I recently posted a question about overlaying basis function on a GAM plot. This was quite helpful for modeling fixed effects models. However, I want to do the same thing for GAMMs and I'm running into a bit of a road block. I've tried simulating some data to achieve this in a way as similar as possible to the original question. The main difference is that I used a typical crossed random effects design, adding in subjects and items to create a GAMM later.

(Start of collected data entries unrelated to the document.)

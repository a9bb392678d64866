/**
 * Checks a template body before it is saved or previewed, reporting the line of the first
 * problem: figure specs must be JSON objects; table templates must compile in the sandbox.
 */
import { renderSandboxed, TemplateError } from '../tables/sandbox.js';
import type { TemplateKind } from './template.entities.js';

export class TemplateBodyError extends Error {
  constructor(
    message: string,
    readonly line: number | null,
  ) {
    super(message);
  }
}

/** 1-based line of a character offset. */
export function lineAt(text: string, offset: number): number {
  return text.slice(0, Math.max(0, offset)).split('\n').length;
}

/** JSON.parse with the line of a syntax error (Node reports "position N"). */
export function parseSpec(body: string): Record<string, unknown> {
  let parsed: unknown;
  try {
    parsed = JSON.parse(body);
  } catch (e) {
    const msg = (e as Error).message;
    const pos = /position (\d+)/.exec(msg);
    const lineCol = /line (\d+)/.exec(msg);
    const line = pos ? lineAt(body, Number(pos[1])) : lineCol ? Number(lineCol[1]) : null;
    throw new TemplateBodyError(
      `The figure spec is not valid JSON${line ? ` (line ${line})` : ''}: ${msg}. Fix the line and try again.`,
      line,
    );
  }
  if (!parsed || typeof parsed !== 'object' || Array.isArray(parsed))
    throw new TemplateBodyError(
      'A figure spec must be one JSON object (a Vega-Lite specification); start it with "{".',
      1,
    );
  return parsed as Record<string, unknown>;
}

/** The helpers table templates may call (tables/render.ts registers the real ones). */
const TABLE_HELPERS = ['val', 'range', 'list', 'ratio', 'sources'];

export function checkTemplateBody(kind: TemplateKind, body: string): void {
  if (kind === 'figure') {
    parseSpec(body);
    return;
  }
  const helpers = Object.fromEntries(
    TABLE_HELPERS.map((h) => [h, () => (h === 'sources' ? [] : '')]),
  );
  try {
    renderSandboxed(body, {}, helpers);
  } catch (e) {
    if (!(e instanceof TemplateError)) throw e;
    // rendering with empty values fails on names only the real context has: not a compile error
    if (/does not compile|is not allowed/.test(e.message))
      throw new TemplateBodyError(e.message, e.line);
  }
}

#### Load Libraries and Set Theme ####
library(mgcv)
library(tidyverse)
library(gratia)
theme_set(theme_bw())
#### Simulate Data ####
dat <- data_sim("eg2", seed = 123, n = 1000)
cross.dat <- dat %>%
mutate(subject = factor(rbinom(n=1000,size=100,prob=.5)),
item = factor(rbinom(n=1000,size=50,prob=.5)))
cross.dat
Which looks like this:
# A tibble: 1,000 × 6
y f x z subject item
<dbl> <dbl> <dbl> <dbl> <fct> <fct>
1 -1.36 0.631 0.288 0.274 49 24
2 -1.75 0.326 0.788 0.594 55 30
3 0.346 0.382 0.409 0.160 55 23
4 0.0416 0.306 0.883 0.853 42 26
5 -4.86 0.234 0.940 0.848 55 18
6 2.51 0.428 0.0456 0.478 55 26
7 0.873 0.374 0.528 0.774 50 26
8 4.90 0.0642 0.892 0.295 52 30
9 1.50 0.134 0.551 0.0656 44 27
10 -0.502 0.392 0.457 0.441 53 26
# … with 990 more rows
# ℹ Use `print(n = ...)` to see more rows
Then I plotted the data in a similar way to the original question like so:
#### Fit GAMM ####
m <- gam(
y
~ s(x, bs = "cr")
+ s(z, bs = "cr")
+ ti(x, z, bs = "cr")
+ s(subject, bs = "re")
+ s(item, bs = "re"),
data = cross.dat,
method = "REML"
)
plot(m, select = 2)
#### Data Slice and Basis ####
ds <- data_slice(m, z = evenly(z, n = 200))
bs <- basis(m, term = "s(z)", data = ds)
#### Sum Basis Functions at Each Value ####
spl <- bs |>
group_by(z) |>
summarise(spline = sum(value))
#### Plot ####
bs |>
ggplot(aes(x = z,
y = value,
colour = bf,
group = bf)) +
geom_line(show.legend = FALSE) +
geom_line(aes(x = z,
y = spline),
data = spl,
linewidth = 1.5,
inherit.aes = FALSE) +
labs(y = expression(f(z)),
x = "z",
title = "Simulated Basis Functions")
This looks to be close, but for some reason it looks off to me:
Is this correct? If not how do I fix it?